# Probability

"Probability theory is a mathematical framework for **representing uncertain statements**. It provides a means of **quantifying uncertainty** as well as axioms for deriving new uncertain statements. In Artificial Intelligence, we use probability theory in two major ways. First, the laws of probability tell us how AI systems should reason, so we design our algorithms to **compute or approximate various expressions** derived using probability theory.
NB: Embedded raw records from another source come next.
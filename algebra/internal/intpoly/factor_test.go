package intpoly

import (
	"context"
	"fmt"
	"math/big"
	"slices"
	"testing"
	"time"

	"github.com/stretchr/testify/require"
)

// requireFactored factors p, checks product, order and shape of the factors,
// and returns them.
func requireFactored(t *testing.T, p Poly) []Factor {
	t.Helper()
	c, factors, err := FactorZ(context.Background(), p)
	require.NoError(t, err)
	prod := New(c)
	for i, f := range factors {
		require.Positive(t, f.Mult)
		require.Positive(t, f.P.Degree())
		require.Positive(t, f.P.lead().Sign())
		require.Zero(t, f.P.Content().Cmp(big.NewInt(1)))
		if i > 0 {
			require.Negative(t, compare(factors[i-1].P, f.P))
		}
		for range f.Mult {
			prod = Mul(prod, f.P)
		}
	}
	requireSame(t, p, prod)
	return factors
}

// shape writes degree^multiplicity for each factor.
func shape(factors []Factor) string {
	s := ""
	for _, f := range factors {
		s += fmt.Sprintf("%d^%d ", f.P.Degree(), f.Mult)
	}
	return s
}

// eisenstein returns a polynomial that is irreducible by Eisenstein's
// criterion at 7, translated by a.
func eisenstein(seed uint64, degree, bits int, a int64) Poly {
	p := randomPoly(seed, degree, bits).Scale(big.NewInt(7))
	p[0] = new(big.Int).Sub(p[0], new(big.Int).Mod(p[0], big.NewInt(49)))
	p[0] = new(big.Int).Add(p[0], big.NewInt(7))
	p[degree] = big.NewInt(int64(seed%5) + 1)
	_, p = p.Primitive()
	return translate(p, a)
}

func TestFactorConstants(t *testing.T) {
	for _, x := range borders() {
		p := New(x)
		c, f, err := FactorZ(context.Background(), p)
		require.NoError(t, err)
		require.Empty(t, f)
		require.Zero(t, c.Cmp(x))
	}
}

func TestFactorNamedInputs(t *testing.T) {
	ones := func(n int) (s string) {
		for range n {
			s += "1^1 "
		}
		return s
	}
	for _, c := range []struct {
		name string
		p    Poly
		want string
	}{
		{"s", ints(0, 1), "1^1 "},
		{"-4 s^5", ints(0, 0, 0, 0, 0, -4), "1^5 "},
		{"s^2-1", ints(-1, 0, 1), "1^1 1^1 "},
		{"s^2+1", ints(1, 0, 1), "2^1 "},
		{"s^2-2", ints(-2, 0, 1), "2^1 "},
		{"s^4+4, Sophie Germain", ints(4, 0, 0, 0, 1), "2^1 2^1 "},
		{"s^4+1, reducible modulo every prime", ints(1, 0, 0, 0, 1), "4^1 "},
		{"s^4-10s^2+1", ints(1, 0, -10, 0, 1), "4^1 "},
		{"Knuth 4.6.2 (from memory)", ints(-5, 2, 8, -3, -3, 0, 1, 0, 1), "8^1 "},
		{"Wilkinson 20", wilkinson(20), ones(20)},
		{"Wilkinson 40", wilkinson(40), ones(40)},
		{"Wilkinson 20 disturbed in s^19", Sub(wilkinson(20).Scale(new(big.Int).Lsh(big.NewInt(1), 23)),
			Mul(powerMinus(19, 0), ints(1))), "20^1 "},
		{"SD8", swinnertonDyer(2, 3, 5), "8^1 "},
		{"SD16", swinnertonDyer(2, 3, 5, 7), "16^1 "},
		{"SD32", swinnertonDyer(2, 3, 5, 7, 11), "32^1 "},
		{"SD32 translated", translate(swinnertonDyer(2, 3, 5, 7, 11), 1), "32^1 "},
		{"SD64", swinnertonDyer(2, 3, 5, 7, 11, 13), "64^1 "},
		{"SD64 translated", translate(swinnertonDyer(2, 3, 5, 7, 11, 13), -3), "64^1 "},
		{"two SD32", Mul(translate(swinnertonDyer(2, 3, 5, 7, 11), 1), translate(swinnertonDyer(2, 3, 5, 7, 13), 2)), "32^1 32^1 "},
		{"SD16 four times", product([]Poly{
			translate(swinnertonDyer(2, 3, 5, 7), 1), translate(swinnertonDyer(2, 3, 5, 11), 2),
			translate(swinnertonDyer(2, 3, 5, 7), 3), translate(swinnertonDyer(2, 3, 5, 13), 4)}), "16^1 16^1 16^1 16^1 "},
		{"s^105-1", powerMinus(105, 1), "1^1 2^1 4^1 6^1 8^1 12^1 24^1 48^1 "},
		{"s^64-1", powerMinus(64, 1), "1^1 1^1 2^1 4^1 8^1 16^1 32^1 "},
		{"s^30-2", powerMinus(30, 2), "30^1 "},
		{"s^30-64", powerMinus(30, 64), "5^1 5^1 10^1 10^1 "},
		{"cyclotomic 105", cyclotomic(105), "48^1 "},
		{"cyclotomic 210", cyclotomic(210), "48^1 "},
		{"tridiagonal 100", tridiagonal(100), "50^1 50^1 "},
		{"Mignotte 20", Add(powerMinus(20, 0), Mul(ints(-1, 100), ints(-1, 100)).Scale(big.NewInt(-2))), "20^1 "},
		{"repeated", product([]Poly{ints(1, 1), ints(1, 1), ints(1, 1), ints(1, 0, 1), ints(1, 0, 1), ints(-3, 2)}), "1^3 1^1 2^2 "},
	} {
		t.Run(c.name, func(t *testing.T) {
			require.Equal(t, c.want, shape(requireFactored(t, c.p)))
		})
	}
}

func TestFactorCyclotomicProducts(t *testing.T) {
	for n := 1; n <= 60; n++ {
		factors := requireFactored(t, powerMinus(n, 1))
		divisors := 0
		for d := 1; d <= n; d++ {
			if n%d == 0 {
				divisors++
				require.True(t, slices.ContainsFunc(factors, func(f Factor) bool {
					return compare(f.P, cyclotomic(d)) == 0
				}))
			}
		}
		require.Len(t, factors, divisors)
	}
}

// TestFactorEveryTinyPolynomial compares with a search for divisors.
func TestFactorEveryTinyPolynomial(t *testing.T) {
	// Coefficients in -1..1 and degree 4 or 5: a proper factor of degree at
	// most 2 has coefficients of at most norm + 1 < 4 (Mignotte).
	var divisors []Poly
	for a := int64(-3); a <= 3; a++ {
		for b := int64(-3); b <= 3; b++ {
			for c := int64(0); c <= 3; c++ {
				if p := ints(a, b, c); p.Degree() > 0 {
					divisors = append(divisors, p)
				}
			}
		}
	}
	for code := range 3 * 3 * 3 * 3 * 3 * 2 {
		p := make([]int64, 6)
		x := code
		for i := range 5 {
			p[i] = int64(x%3) - 1
			x /= 3
		}
		p[5] = int64(x)
		f := ints(p...)
		if f.Degree() < 4 {
			continue
		}
		reducible := slices.ContainsFunc(divisors, func(g Poly) bool {
			_, ok := DivExact(f, g)
			return ok
		})
		factors := requireFactored(t, f)
		require.Equal(t, reducible, len(factors) > 1 || factors[0].Mult > 1, "%v", f)
	}
}

func TestFactorProductsOfIrreducibles(t *testing.T) {
	s := rng(21)
	for range 60 {
		p := New(s.integer(int(s.next()%90) + 1))
		var want []Factor
		for range s.next()%6 + 1 {
			g := eisenstein(s.next()%1000+1, int(s.next()%8)+1, int(s.next()%80)+3, int64(s.next()%9)-4)
			g = positive(g)
			if slices.ContainsFunc(want, func(f Factor) bool { return compare(f.P, g) == 0 }) {
				continue
			}
			m := int(s.next()%3) + 1
			want = append(want, Factor{g, m})
			for range m {
				p = Mul(p, g)
			}
		}
		if len(p) == 0 {
			continue
		}
		slices.SortFunc(want, func(a, b Factor) int { return compare(a.P, b.P) })
		got := requireFactored(t, p)
		require.Len(t, got, len(want))
		for i := range got {
			requireSame(t, want[i].P, got[i].P)
			require.Equal(t, want[i].Mult, got[i].Mult)
		}
	}
}

func TestFactorManySmallFactors(t *testing.T) {
	var ps []Poly
	for i := range 30 {
		ps = append(ps, eisenstein(uint64(i+1), 3+i%2, 9, int64(i%5)-2))
	}
	require.Len(t, requireFactored(t, product(ps)), 30)
}

func TestFactorIsDeterministic(t *testing.T) {
	p := product(randomPolys(5, 8, 5, 40))
	first := requireFactored(t, p)
	for range 3 {
		again := requireFactored(t, p)
		require.Len(t, again, len(first))
		for i := range first {
			requireSame(t, first[i].P, again[i].P)
		}
	}
}

func TestFactorDegreesAtWordBorders(t *testing.T) {
	for _, x := range borders() {
		// (s - x)(x s - 1)(s^2 - x s + x): the last has no root unless x^2-4x is a square.
		p := Mul(New(new(big.Int).Neg(x), big.NewInt(1)), New(big.NewInt(-1), x))
		p = Mul(p, New(x, new(big.Int).Neg(x), big.NewInt(1)))
		factors := requireFactored(t, p)
		degree := 0
		for _, f := range factors {
			degree += f.P.Degree() * f.Mult
		}
		require.Equal(t, p.Degree(), degree)
		if x.BitLen() > 10 {
			require.Equal(t, "1^1 1^1 2^1 ", shape(factors))
		}
	}
}

func TestFactorCharacteristicPolynomials(t *testing.T) {
	for _, n := range []int{10, 40, 80} {
		a, b := characteristic(uint64(n), n), characteristic(uint64(n+1), n/2)
		requireFactored(t, a)
		factors := requireFactored(t, Mul(a, Mul(b, b)))
		require.True(t, slices.ContainsFunc(factors, func(f Factor) bool { return f.Mult == 2 }))
	}
}

func TestFactorHonoursCancellation(t *testing.T) {
	ctx, cancel := context.WithCancel(context.Background())
	cancel()
	_, _, err := FactorZ(ctx, ints(1, 2, 3))
	require.ErrorIs(t, err, context.Canceled)

	p := translate(swinnertonDyer(2, 3, 5, 7, 11, 13, 17), 1)
	for _, wait := range []time.Duration{time.Millisecond, 20 * time.Millisecond, 100 * time.Millisecond} {
		ctx, cancel := context.WithTimeout(context.Background(), wait)
		start := time.Now()
		_, _, err := FactorZ(ctx, p)
		took := time.Since(start)
		cancel()
		if err != nil {
			require.ErrorIs(t, err, context.DeadlineExceeded)
			require.Less(t, took, wait+2*time.Second) // 100 ms, with room for a busy machine and the race detector
		}
	}
}

func TestPrimeChoiceProvesIrreducibility(t *testing.T) {
	// The group of a random polynomial is the symmetric group: the degrees
	// modulo a few primes mostly leave no room for a factor.
	proven := 0
	for seed := uint64(1); seed <= 20; seed++ {
		c, err := choosePrime(context.Background(), eisenstein(seed, 12, 20, 0))
		require.NoError(t, err)
		if c.irreducible() {
			proven++
		}
	}
	require.GreaterOrEqual(t, proven, 12)
	// Those of a Swinnerton-Dyer polynomial always do.
	c, err := choosePrime(context.Background(), swinnertonDyer(2, 3, 5))
	require.NoError(t, err)
	require.False(t, c.irreducible())
}
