package intpoly

import (
	"math/bits"

	"example.org/closedform/algebra/internal/word"
	"example.org/closedform/algebra/internal/zp"
)

// GCDWords is [GCD] for polynomials in words, at least one coefficient each,
// the last one not zero and none -2^63. ok is false when the image modulo one
// prime does not show a gcd in words, or its proof takes longer numbers: then
// GCD finds it.
//
// Source: as for [GCD].
func GCDWords(p, q []int64) (g []int64, ok bool) {
	cp, cq := wordsContent(p), wordsContent(q)
	// The leading coefficient of the primitive gcd divides that of the image.
	lc := word.GCD(word.Abs(p[len(p)-1])/cp, word.Abs(q[len(q)-1])/cq)
	f := zp.NewField(gcdPrime(0))
	l := lc % f.P
	if l == 0 || cp%f.P == 0 || cq%f.P == 0 {
		return nil, false
	}
	buf := make(zp.Poly, len(p)+len(q))
	image := f.GCDInPlace(reduceWords(buf[:len(p)], p, f), reduceWords(buf[len(p):], q, f))
	l = f.Mul(l, f.Inv(image.Lead()))
	g = make([]int64, len(image))
	for i, x := range image {
		g[i] = f.Lift(f.Mul(x, l))
	}
	c := int64(wordsContent(g))
	if g[len(g)-1] < 0 {
		c = -c
	}
	for i := range g {
		g[i] /= c
	}
	// An image of degree 0 proves itself, as the true gcd has at most its degree.
	if len(g) > 1 && !(wordsDivide(g, p) && wordsDivide(g, q)) {
		return nil, false
	}
	content := word.GCD(cp, cq)
	if bits.Len64(content)+wordsBits(g) > 63 {
		return nil, false
	}
	for i := range g {
		g[i] *= int64(content)
	}
	return g, true
}

// wordsContent returns the greatest common divisor of the coefficients.
func wordsContent(p []int64) uint64 {
	var c uint64
	for i := len(p) - 1; i >= 0 && c != 1; i-- { // the ends first, as in Content
		c = word.GCD(c, word.Abs(p[i]))
	}
	return c
}

// wordsBits returns the bit length of the largest coefficient.
func wordsBits(p []int64) int {
	var most uint64
	for _, x := range p {
		most |= word.Abs(x)
	}
	return bits.Len64(most)
}

// reduceWords is [reduceTo] from words.
func reduceWords(a zp.Poly, p []int64, f zp.Field) zp.Poly {
	for i, x := range p {
		a[i] = f.FromInt64(x)
	}
	n := len(a)
	for n > 0 && a[n-1] == 0 {
		n--
	}
	return a[:n]
}

// wordsDivide reports whether q, of degree at least 1, divides p and the
// products of coefficients of q and the quotient sum to words, as in
// [provenQuotient]: then p is their product because it is so modulo 2^64.
func wordsDivide(q, p []int64) bool {
	n, m := len(p)-len(q)+1, len(q)-1
	if n < 1 {
		return false
	}
	twos := bits.TrailingZeros64(uint64(q[m]))
	inv := int64(zp.InverseWord(uint64(q[m] >> twos)))
	r := append([]int64(nil), p...)
	var most uint64 // of the quotient
	for i := n - 1; i >= 0; i-- {
		if bits.TrailingZeros64(uint64(r[i+m])) < twos {
			return false
		}
		c := r[i+m] >> twos * inv
		most |= word.Abs(c)
		if c != 0 {
			for j, x := range q {
				r[i+j] -= c * x
			}
		}
	}
	for _, x := range r[:m] {
		if x != 0 {
			return false
		}
	}
	return bits.Len64(most)+wordsBits(q)+bits.Len(uint(min(n, len(q)))) <= 63
}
Second, we can use probability and statistics to theoretically **analyze the behavior of proposed AI systems**."

## Random Variable

A **random variable** is a variable that can take on different values randomly.  
It must be coupled with a probability distribution.  
It can be **discrete** or **continuous**.

## Probability Distributions

A **probability distribution** is "how likely a random variable is to take on each of its possible states".  
The description is different for discrete and continuous variables.  

### Discrete variables and Probability Mass Functions

A probability distribution over **discrete** variables may be described with **Probability Mass Function (PMF)**. 

It can act on many variables at the same time and is known in this case as **joint probability distribution** $p(\mathbf{x} = x, \mathbf{y} = y)$ that we denote $p(x, y)$


To be a PMF it must satisfy the following : 
 - The domain of $p$ must be the set of all possible states of $x$
 - $\forall x \in x, 0 \leq p(x) \leq 1$
 - $\sum_{x \in \mathbf{x}}p(x) = 1$ which means that it is **normalized**.

Consider a single discrete random variable $x$ with $k$ different states.  
We can place a **uniform distribution** on $x$ by setting its PMF to : 

\begin{equation*}
p(\mathbf{x}=x_i) = \frac{1}{k}
\end{equation*}

### Continuous Variables and Probability Density Functions

When working with **continuous variables**, we can use a **probability density function (PDF)** rather than a PMF.  
It must satisfy the following : 
 - //
 - $\forall x \in \mathbf{x}, p(x) \geq 0$, note that we do not require $p(x) \leq 1$
 - $\int p(x) dx = 1$
 
It doesn't give the probability of a specific directly.  
The probability that $x$ lies in some set $S$ is given by the integral of $p(x)$ over that set.

## Marginal Probability

Sometimes we want to know the probability distribution just over a subset of the variables.
It is known as the **marginal probability distribution**.

For example, we have two random discrete variables $x$ and $y$ and we know $P(x, y)$.  
We can find $P(x)$ with the sum rule.

\begin{equation*}
\forall x \in \mathbf{x}, P(\mathbf{x}=x) = \sum_y P(\mathbf{x}=x, \mathbf{y}=y)
\end{equation*}

For continuous variables, we need to use the integration instead : 

\begin{equation*}
p(x) = \int p(x, y) dy
\end{equation*}

## Conditional Probability

Sometimes we are interested on the probability of some event given that another event occured, this is called **conditional probability**.  
It can be computed with : 


\begin{equation*}
P(\mathbf{y}=y | \mathbf{x}=x) = \frac{P(\mathbf{y}=y, \mathbf{x}=x)}{P(\mathbf{x}=x}
\end{equation*}

It can only be computed when $P(\mathbf{x}=x) > 0$

**Attention**, it is different from computing the consequence of an action, which is called : **intervention query** and is in the domain of **causal modeling**.

## Independence and Conditional Independence

Two random variables $x$ and $y$ are **independent** if their probability distribution can be expressed as a product of two factors.  

Two random variables $x$ and $y$ are **conditionally independent** given a random variable $z$ if the conditional probability distribution over $x$ and $y$ factorizes in this way for every value of $z$.